血管内皮功能障碍与损伤在动脉粥样硬化（AS）的发生发展中具有重要作用。我们前期研究发现UFM1在AS模型小鼠主动脉壁中高表达，且UFM1具有抑制内皮细胞NF-κB入核、促进eNOS磷酸化、增强自噬和抑制细胞死亡的作用。同时，我们首次发现UFM1可以对PARP1进行翻译后修饰，但PARP1发生UFM1化修饰后下游生物学功能尚待明确。由此我们提出假设：血管内皮中PARP1的UFM1化修饰使PARP1活性下降，而后通过抑制炎症反应和增加NO合成改善血管内皮功能，通过促进自噬和减弱PARP1依赖性程序性细胞死亡改善血管内皮损伤，最终缓解AS病程。本研究拟在细胞和动物水平，通过分子生物学、细胞生物学和病理学等技术手段，揭示UFM1化修饰调控新的底物蛋白PARP1的酶活性，阐明PARP1的UFM1化修饰对AS病程中血管内皮功能障碍与损伤的影响，为寻找防治AS的靶点提供新的思路。

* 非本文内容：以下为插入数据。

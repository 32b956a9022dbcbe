"""Mutation testing of one area of benchharness with cosmic-ray, on a fixed-seed sample.

Not part of the tool: a developer's script (DEVELOPERS.md, "Mutation testing"). It needs
the ``dev`` extra (cosmic-ray, coverage). Every step works in a scratch folder
(``$MUTATION_WORK``, default ``/tmp/benchharness-mutation``) on copies of the checkout,
never on the checkout itself: cosmic-ray writes each mutant into the files it tests.
``$MUTATION_ROOT`` names another checkout to measure (default: this one), for example a
clone pinned at the commit whose mutants are drawn; ``$MUTATION_TESTS`` the checkout whose
``tests/`` are run against it (default: ``$MUTATION_ROOT``), for the tests written since.

    python experiments/mutation/mutants.py map AREA      # which tests run which line
    python experiments/mutation/mutants.py durations AREA  # each test's time (optional)
    python experiments/mutation/mutants.py init AREA     # the mutants, a sample of them
    python experiments/mutation/mutants.py exec AREA     # run the sample (resumable)
    python experiments/mutation/mutants.py rerun AREA    # survivors again, current tests
    python experiments/mutation/mutants.py report AREA [-v]
    python experiments/mutation/mutants.py summary AREA... [--n=N]  # equal samples

Areas, their modules, sample sizes and test files are in ``areas.json`` beside this
script. ``init`` leaves out the mutants inside annotations (never evaluated under
``from __future__ import annotations``, so equivalent by construction), restricts an
area to the functions it names, sorts the rest by (module, line, column, operator,
occurrence) and keeps ``random.Random(seed).sample(..., sample)`` of them.
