def execute_on_cluster(folder: Path, exp, planned: Sequence[Mapping], done: set, session: dict,
                       progress, facts: dict, scheduler: str, same_host_ok: bool = False,
                       prior=(), known_hosts: Mapping | None = None, poll_s: float = 0.25):
    """Run the not-yet-done planned runs on the cluster; returns a `RunOutcome`."""
    from benchharness.execute.runner import Progress, _CellCache, finalize
    from benchharness.execute import remote

    client = _connect(scheduler)
    progress = _HostProgress(progress or Progress())
    cells = _CellCache(exp, session)
    jr = J.Journal(folder)
    from benchharness.measure.quality import RunQuality

    quality = RunQuality(exp, folder)
    distinct = {tuple(sorted(pr["levels"].items())): pr["levels"] for pr in planned}
    quality.start([(lv, cells.get(lv)) for lv in distinct.values()])
    if quality.cfg.metrics is not None and quality.cfg.metrics.file_templates():
        quality.notes.append("note: metrics read from files (file:) are read on the "
                             "coordinator; on a cluster the file must be on a shared path")
    pad_rng = None
    if cells.controls.pad_env:
        import numpy as np

        pad_rng = np.random.default_rng([int(session.get("seed") or 0), len(done), 7])
    counts: dict[str, int] = collections.Counter(r["status"] for r in prior)
    position = max([int(r.get("position", -1)) for r in prior], default=-1) + 1
    recorded = set(done)
    interrupted = False
    hosts_facts = dict(known_hosts or {})
    try:
        workers = _workers(client)
        deadline = time.monotonic() + 30
        while not workers and time.monotonic() < deadline:
            time.sleep(0.5)
            workers = _workers(client)
        if not workers:
            raise ExecutionError(f"the Dask scheduler at {scheduler} has no workers; start "
                                 f"some with `dask worker {scheduler} --nthreads 1 --resources "
                                 f"{RESOURCE}=1`")
        try:
            idents = client.run(remote.identity)
        except Exception as exc:  # noqa: BLE001 - raised on the worker, re-raised by Dask
            raise ExecutionError(
                f"the workers of {scheduler} cannot run benchharness code "
                f"({_one_line(exc)}); install benchharness on every worker (or start "
                f"`dask worker` with it on PYTHONPATH)") from None
        for w in check_workers(workers, idents, same_host_ok):
            print(f"warning: {w}", file=sys.stderr)
        host_of = {}
        for addr, ident in idents.items():
            host_of[addr] = ident["worker"] if same_host_ok else ident["hostname"]
        for addr, f in client.run(remote.host_facts).items():
            hosts_facts.setdefault(host_of[addr], f)

        # Blocks in plan order; warm-up runs (block 0) may go to any free host.
        todo = [pr for pr in planned if int(pr["run"]) not in done]
        blocks: collections.OrderedDict = collections.OrderedDict()
        for pr in todo:
            blocks.setdefault(pr["block"], []).append(pr)
        queue: collections.deque = collections.deque()
        for b, runs in blocks.items():
            if b == 0:
                queue.extend([[pr] for pr in runs])  # warm-ups: one at a time, anywhere
            else:
                queue.append(list(runs))
        current: dict[str, collections.deque] = {}   # worker addr → rest of its block
        inflight: dict = {}                           # future → (addr, planned run)
        attempts = collections.Counter()
        tokens: dict = {}
        timeout_s = exp.timeout_s
        progress.start(len(planned), len(planned) - len(todo), folder)

        def submit(addr):
            rest = current.get(addr)
            if not rest:
                if not queue:
                    return False
                rest = current[addr] = collections.deque(queue.popleft())
            pr = rest.popleft()
            c = cells.get(pr["levels"])
            attempts[pr["run"]] += 1
            from benchharness.execute.runner import _spec

            spec, token = quality.prepare(_spec((c["argv"], c["shell"]), c, timeout_s,
                                                run_id=pr["run"], levels=pr["levels"]),
                                          pr["levels"], c)
            pad = int(pad_rng.integers(0, 4097)) if pad_rng is not None else None
            tokens[pr["run"]] = (token, pad)
            payload = _payload(c, pr, timeout_s, spec=spec,
                               clean_env=cells.controls.clean_env, pad_bytes=pad)
            fut = client.submit(remote.execute_run, payload,
                                key=f"bh-run-{pr['run']}-{attempts[pr['run']]}-{os.getpid()}",
                                workers=[addr], allow_other_workers=False,
                                resources={RESOURCE: 1} if (workers.get(addr, {}).get(
                                    "resources") or {}).get(RESOURCE) else None,
                                pure=False, retries=0)
            inflight[fut] = (addr, pr)
            return True

        def requeue_worker(addr):
            """A worker is gone: its in-flight run and the rest of its block go elsewhere."""
            lost = [(f, pr) for f, (a, pr) in inflight.items() if a == addr]
            rest = list(current.pop(addr, []))
            for f, pr in lost:
                inflight.pop(f, None)
                try:
                    f.cancel()
                except Exception:  # noqa: BLE001
                    pass
            runs = [pr for _f, pr in lost if pr["run"] not in recorded] + rest
            if runs:
                queue.appendleft(runs)
                progress.note(f"worker {host_of.get(addr, addr)} was lost; {len(runs)} runs of "
                              "its block go to another host")

        while True:
            live = _workers(client)
            for addr in list(current) + [a for _f, (a, _p) in inflight.items()]:
                if addr not in live:
                    requeue_worker(addr)
            new = [a for a in live if a not in host_of]
            if new:
                more = client.run(remote.identity, workers=new)
                for addr, ident in more.items():
                    host_of[addr] = ident["worker"] if same_host_ok else ident["hostname"]
                for addr, f in client.run(remote.host_facts, workers=new).items():
                    hosts_facts.setdefault(host_of[addr], f)
            workers = live
            busy = {a for a, _p in inflight.values()}
            for addr in live:
                if addr not in busy:
                    submit(addr)
            if not inflight:
                if not queue and not any(current.values()):
                    break
                if not live:
                    time.sleep(poll_s)
                    continue
            finished = _wait_some(list(inflight), poll_s)
            for fut in finished:
                addr, pr = inflight.pop(fut)
                if fut.status == "finished":
                    result = fut.result()
                    if pr["run"] in recorded:
                        continue  # a late duplicate: recorded once already
                    result["host_name"] = host_of.get(addr, result.get("hostname"))
                    token, pad = tokens.get(pr["run"], (None, None))
                    rec = _record_from(pr, result, position, quality, token)
                    if pad is not None:
                        rec["pad_env_bytes"] = pad
                    position += 1
                    jr.append(rec)
                    recorded.add(pr["run"])
                    counts[rec["status"]] += 1
                    progress.advance(rec, " ".join(f"{k}={v}" for k, v in pr["levels"].items()))
                else:
                    # Errored or cancelled (worker died, comm lost): run it elsewhere.
                    if pr["run"] not in recorded:
                        if attempts[pr["run"]] >= 5:
                            why = _one_line(fut.exception())
                            hint = ""
                            if "deserializ" in why or "No module" in why:
                                hint = ("; the scheduler and workers need the same Python "
                                        "packages as this machine, benchharness included")
                            raise ExecutionError(f"run {pr['run']} failed on the cluster 5 "
                                                 f"times ({why}){hint}")
                        rest = list(current.pop(addr, []))
                        queue.appendleft([pr] + rest)
        for note in quality.notes:
            progress.note(note)
        quality.notes.clear()
    except KeyboardInterrupt:
        interrupted = True
    finally:
        progress.stop()
        jr.close()
        try:
            client.close(timeout=5)
        except Exception:  # noqa: BLE001
            pass
    host_json = {"coordinator": facts, "hosts": hosts_facts}
    return finalize(folder, exp, session, facts, dict(counts), len(planned), interrupted,
                    host_json=host_json, quality=quality)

Vascular endothelial dysfunction and injury are essential contributors to the pathogenesis of atherosclerosis (AS). In our previous study, we have found that ubiquitin-fold modifier 1 (UFM1) was highly expressed in the aortic of atherosclerosis mice, and further found that UFM1 suppressed the nuclear translocation of nuclear factor-κB (NF-κB), promoted phosphorylation level of endothelial NO synthase (eNOS), enhanced autophagy and inhibited cell death in endothelial cells. Moreover, it was the first time that we observed the posttranslational modification of poly (ADP-ribose) polymerase (PARP1) by UFM1. Based on these findings, we hypothesize that, by modifying PARP1 and inhibiting its enzyme activity, UFM1 can affects endothelial function though regulating inflammatory response and NO synthesis and affects endothelial injury though regulating autophagy and PARP1 dependent programmed cell death, which ultimately retard the occurrence and development of AS. Collectively, in this study, we aim to reveal PARP1 is a new substrate protein of UFMylation, and to clarify the mechanism of PARP1 UFMylation on vascular endothelial dysfunction and injury at the cellular and animal level by means of molecular biology, cell biology and pathology, so as to provide a novel clue to the prevention and treatment of AS.